If the entire enterprise measured up to Carrey’s level of gameness, director Jeff Fowler’s Sonic would have been something really special, a strange blast of franchise-filmmaking id shooting out of a property that could probably be best described as “second-tier,” remembered fondly only by Genesis kids and furries, god bless every last one of them. But it just doesn’t have the chutzpah.

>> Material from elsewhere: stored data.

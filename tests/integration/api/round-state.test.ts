import { afterEach, beforeAll, describe, expect, it } from "vitest";
import { PUT as setState } from "@/app/api/rounds/[roundId]/state/route";
import { smallestGap } from "@/lib/rounds/draw-order";
import { removePictures } from "@/lib/rounds/publish";
import { deleteObject, getObject } from "@/lib/storage/objects";
import { listObjectKeys } from "../../support/bucket";
import { callRoute } from "../../support/call-route";
import { changingNothing } from "../../support/changing-nothing";
import { useDatabase } from "../../support/database";
import { useFaultyStorage } from "../../support/faulty-storage";
import { itIsGuarded, itRefusesOtherSites } from "../../support/guarded-route";
import { listJobs, runDueJobs } from "../../support/jobs";
import { expectFieldErrors, expectProblem, expectUnforeseen } from "../../support/problem";
import { signInAs } from "../../support/session";
import { makeTwoDepartments, type TwoDepartments } from "../../support/staff";
import {
  closeAndCompute,
  leftExo,
  makeCase,
  makeDraft,
  makeOpenRound,
  makePerson,
  type TestPerson,
  type TestRound,
} from "../../support/world";

const HOUR_MS = 3_600_000;

describe("PUT /api/rounds/[roundId]/state", () => {
  const db = useDatabase();
  const storage = useFaultyStorage();
  afterEach(() => storage.heal());
  let people: TwoDepartments;
  let lead: TestPerson;
  let caseIds: string[];
  beforeAll(async () => {
    people = await makeTwoDepartments(db());
    ({ lead } = people.own);
    caseIds = [];
    for (const degrees of [15, 20, 30]) caseIds.push(await makeCase(db(), lead, leftExo(degrees)));
  });

  const round = (changes: Partial<TestRound> = {}): TestRound => ({
    examiners: [people.own.examiner, people.own.trainee],
    items: [
      ...caseIds.map((caseId) => ({ caseId, kind: "first" as const })),
      ...caseIds.slice(0, 1).map((caseId) => ({ caseId, kind: "mirrored" as const })),
    ],
    ...changes,
  });
  const put = (roundId: string, to: unknown) => {
    signInAs(lead.id);
    return callRoute(setState, { params: { roundId }, body: { to } });
  };
  const refuse = (roundId: string, to: unknown) => changingNothing(db(), () => put(roundId, to));
  /** A round in each of its states. */
  const inState = {
    draft: () => makeDraft(db(), lead, round()),
    open: () => makeOpenRound(db(), lead, round()),
    closed: async () => {
      const roundId = await makeOpenRound(db(), lead, round());
      await closeAndCompute(db(), lead, roundId);
      return roundId;
    },
    released: async () => {
      const roundId = await inState.closed();
      expect((await put(roundId, "released")).status).toBe(200);
      return roundId;
    },
  };

  describe("whoever asks", () => {
    let roundId: string;
    beforeAll(async () => {
      roundId = await inState.draft();
    });
    const guarded = {
      db,
      handler: setState,
      roles: ["lead"] as const,
      people: () => people,
      call: () => ({ params: { roundId }, body: { to: "open" } }),
      param: "roundId",
    };
    itIsGuarded(guarded);
    itRefusesOtherSites(guarded);
    it("answers 422 to a state that cannot be asked for, 400 to what is not JSON", async () => {
      expectFieldErrors(await refuse(roundId, "draft"), ["#/to"]);
      expectFieldErrors(await refuse(roundId, "deleted"), ["#/to"]);
      expectFieldErrors(await refuse(roundId, undefined), ["#/to"]);
      const text = { params: { roundId }, body: "open" };
      expectProblem(await changingNothing(db(), () => callRoute(setState, text)), 400, "not-json");
    });
  });

  it.each<[keyof typeof inState, string[]]>([
    ["draft", ["closed", "released"]],
    ["open", ["open", "released"]],
    ["closed", ["open", "closed"]],
    ["released", ["open", "closed", "released"]],
  ])("answers 409 to any step of a round that is %s but the next", async (state, steps) => {
    const roundId = await inState[state]();
    for (const to of steps) expectProblem(await refuse(roundId, to), 409, "round-state");
  });

  describe("publishing", () => {
    it("gives every item a picture, every examiner all items in an order, and queues the closing", async () => {
      const closesAt = new Date(Date.now() + 5 * HOUR_MS);
      const roundId = await makeDraft(db(), lead, round({ closesAt }));
      const keys = await listObjectKeys();
      expect((await put(roundId, "open")).body).toMatchObject({ id: roundId, state: "open" });

      const items = await db()("items").where({ round_id: roundId });
      const pictures = items.map(({ picture_key }) => picture_key);
      expect((await listObjectKeys()).filter((key) => !keys.includes(key)).sort()).toEqual(pictures.sort());
      const bodies = await Promise.all(
        pictures.map(async (key) => Buffer.from((await getObject(key)).body).toString("hex")),
      );
      expect(new Set(bodies).size).toBe(4);
      const places = await db()("assignment_items")
        .join("assignments", "assignments.id", "assignment_id")
        .join("items", "items.id", "item_id")
        .where("assignments.round_id", roundId)
        .orderBy("place");
      for (const { id } of round().examiners) {
        const own = places.filter(({ person_id }) => person_id === id);
        expect(own.map(({ place }) => place)).toEqual([1, 2, 3, 4]);
        expect(new Set(own.map(({ item_id }) => item_id))).toEqual(new Set(items.map((item) => item.id)));
        expect(smallestGap(own.map((each) => ({ id: each.item_id, twin: each.case_id })))).toBeGreaterThanOrEqual(2);
      }
      expect(await listJobs(db())).toContainEqual(
        expect.objectContaining({ task: "close-round", key: `close:${roundId}`, runAt: closesAt }),
      );
      expect(await db()("audit_events").where({ target_id: roundId, action: "round.open" })).toMatchObject([
        { actor_id: lead.id, department_id: lead.departmentId },
      ]);
    });

    it.each<[string, () => Partial<TestRound>, string[]]>([
      ["without cases", () => ({ items: [] }), ["#/items"]],
      ["without examiners", () => ({ examiners: [] }), ["#/examinerIds"]],
      ["without either", () => ({ items: [], examiners: [] }), ["#/items", "#/examinerIds"]],
      [
        "that closes in the past",
        () => ({ opensAt: new Date(Date.now() - 2 * HOUR_MS), closesAt: new Date(Date.now() - HOUR_MS) }),
        ["#/closesAt"],
      ],
    ])("answers 422 to a round %s", async (_, changes, pointers) => {
      const roundId = await makeDraft(db(), lead, round(changes()));
      expectFieldErrors(await refuse(roundId, "open"), pointers, "round-incomplete");
    });
    it("answers 422 to a round without its times", async () => {
      const roundId = await inState.draft();
      await db()("rounds").where({ id: roundId }).update({ closes_at: null });
      expectFieldErrors(await refuse(roundId, "open"), ["#/closesAt"], "round-incomplete");
      await db()("rounds").where({ id: roundId }).update({ opens_at: null });
      expectFieldErrors(await refuse(roundId, "open"), ["#/opensAt"], "round-incomplete");
    });
    it("answers 422 when a case was retired since it was chosen", async () => {
      const caseId = await makeCase(db(), lead, leftExo(10));
      const roundId = await makeDraft(db(), lead, round({ items: [{ caseId, kind: "first" }] }));
      await db()("cases").where({ id: caseId }).update({ retired_at: new Date() });
      expectFieldErrors(await refuse(roundId, "open"), ["#/items"], "round-incomplete");
    });
    it.each<[string, (personId: string) => Promise<unknown>]>([
      [
        "has become a lead",
        (personId) =>
          db()("memberships")
            .where({ person_id: personId })
            .update({ roles: ["examiner", "lead"] }),
      ],
      [
        "no longer reads",
        (personId) =>
          db()("memberships")
            .where({ person_id: personId })
            .update({ roles: ["admin"] }),
      ],
      ["was disabled", (personId) => db()("people").where({ id: personId }).update({ disabled_at: new Date() })],
    ])("answers 422 when a chosen examiner %s since", async (_, change) => {
      const changing = await makePerson(db(), lead.departmentId, ["examiner"]);
      const roundId = await makeDraft(db(), lead, round({ examiners: [people.own.examiner, changing] }));
      await change(changing.id);
      expectFieldErrors(await refuse(roundId, "open"), ["#/examinerIds"], "round-incomplete");
    });

    it("lets exactly one of two at once win, with one picture for each item", async () => {
      const roundId = await inState.draft();
      const objects = (await listObjectKeys()).length;
      const answers = await Promise.all([put(roundId, "open"), put(roundId, "open")]);
      expect(answers.map(({ status }) => status).sort()).toEqual([200, 409]);
      expect(await listObjectKeys()).toHaveLength(objects + 4);
      expect(await db()("audit_events").where({ target_id: roundId, action: "round.open" })).toHaveLength(1);
      const orders = db()("assignments").where({ round_id: roundId }).select("id");
      expect(await db()("assignment_items").whereIn("assignment_id", orders)).toHaveLength(8);
    });

    it.each(["refused", "answer lost"] as const)(
      "publishes nothing when the storage fails midway (%s)",
      async (fault) => {
        const roundId = await inState.draft();
        const called = await changingNothing(db(), async () => {
          storage.failPutAfter(2, fault);
          const answer = await put(roundId, "open");
          storage.heal();
          return answer;
        });
        expectProblem(called, 503, "storage-unavailable");
        expect((await put(roundId, "open")).status).toBe(200); // and can be tried again
      },
    );
    it("publishes nothing when a photograph is missing", async () => {
      const caseId = await makeCase(db(), lead, leftExo(10));
      const roundId = await makeDraft(db(), lead, round({ items: [...round().items, { caseId, kind: "first" }] }));
      const [row] = await db()("cases")
        .join("photographs", "photographs.id", "photograph_id")
        .where("cases.id", caseId);
      await deleteObject(row.storage_key);
      expectUnforeseen(await refuse(roundId, "open"));
    });
    it("leaves no picture behind when the last step fails", async () => {
      const roundId = await inState.draft();
      await db().raw(`
        CREATE FUNCTION refuse_entry() RETURNS trigger LANGUAGE plpgsql AS $$ BEGIN RAISE EXCEPTION 'full'; END $$;
        CREATE TRIGGER refuse_entry BEFORE INSERT ON audit_events FOR EACH STATEMENT EXECUTE FUNCTION refuse_entry()`);
      try {
        expectUnforeseen(await refuse(roundId, "open"));
      } finally {
        await db().raw("DROP FUNCTION refuse_entry CASCADE");
      }
    });
    it("keeps the pictures of a publishing that was committed although its answer was lost", async () => {
      const roundId = await inState.open();
      const items = await db()("items").where({ round_id: roundId });
      await changingNothing(db(), () =>
        removePictures(
          db(),
          items.map(({ picture_key }) => picture_key),
        ),
      );
    });
  });

  describe("closing", () => {
    it("queues the results, which are computed once", async () => {
      const roundId = await inState.open();
      expect((await put(roundId, "closed")).body).toMatchObject({ state: "closed", closedAt: expect.any(String) });
      expect(await listJobs(db())).toContainEqual(
        expect.objectContaining({ task: "compute-results", key: `results:${roundId}` }),
      );
      await runDueJobs();
      expect(await db()("results").where({ round_id: roundId })).toMatchObject([{ revision: 1, reason: "closed" }]);
    });
    it("lets exactly one of two at once win", async () => {
      const roundId = await inState.open();
      const answers = await Promise.all([put(roundId, "closed"), put(roundId, "closed")]);
      expect(answers.map(({ status }) => status).sort()).toEqual([200, 409]);
      expect(await db()("audit_events").where({ target_id: roundId, action: "round.closed" })).toHaveLength(1);
      await runDueJobs();
      expect(await db()("results").where({ round_id: roundId })).toHaveLength(1);
    });
  });

  describe("releasing", () => {
    it("answers 409 until the results are there", async () => {
      const roundId = await inState.open();
      await put(roundId, "closed");
      expectProblem(await refuse(roundId, "released"), 409, "results-pending");
      await runDueJobs();
      expect((await put(roundId, "released")).body).toMatchObject({ state: "released" });
      expect(await db()("audit_events").where({ target_id: roundId, action: "round.released" })).toHaveLength(1);
    });
    it("lets exactly one of two at once win", async () => {
      const roundId = await inState.closed();
      const answers = await Promise.all([put(roundId, "released"), put(roundId, "released")]);
      expect(answers.map(({ status }) => status).sort()).toEqual([200, 409]);
    });
  });
});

It also doesn’t help that Sonic in our world, interacting with human beings, just isn’t really the point of the franchise. Sonic lives on Mobius with his animal friends, man! Pardon the spoiler, but in a post-credits sequence—we’re trying to build a franchise here, people—Sonic’s pal Miles “Tails” Prower, a two-tailed fox who can use his tails as helicopter blades, appears out of a ring portal and says something like, “He’s here! I hope it’s not too late!” Presumably, a sequel to this movie would take our guy away from Earth, back to his homeland, where he would team up other weird-ass animals in a big animal adventure. As someone with some skin in the game, that sounds like something I can get behind. The thing they ended up making is just a shot in the dark, planting a seed and seeing if a franchise grows out of it. It’s not offensive to the fanbase, if only because the property’s history has been so weird and varied that I don’t know if you could make something that offended the fanbase at this point.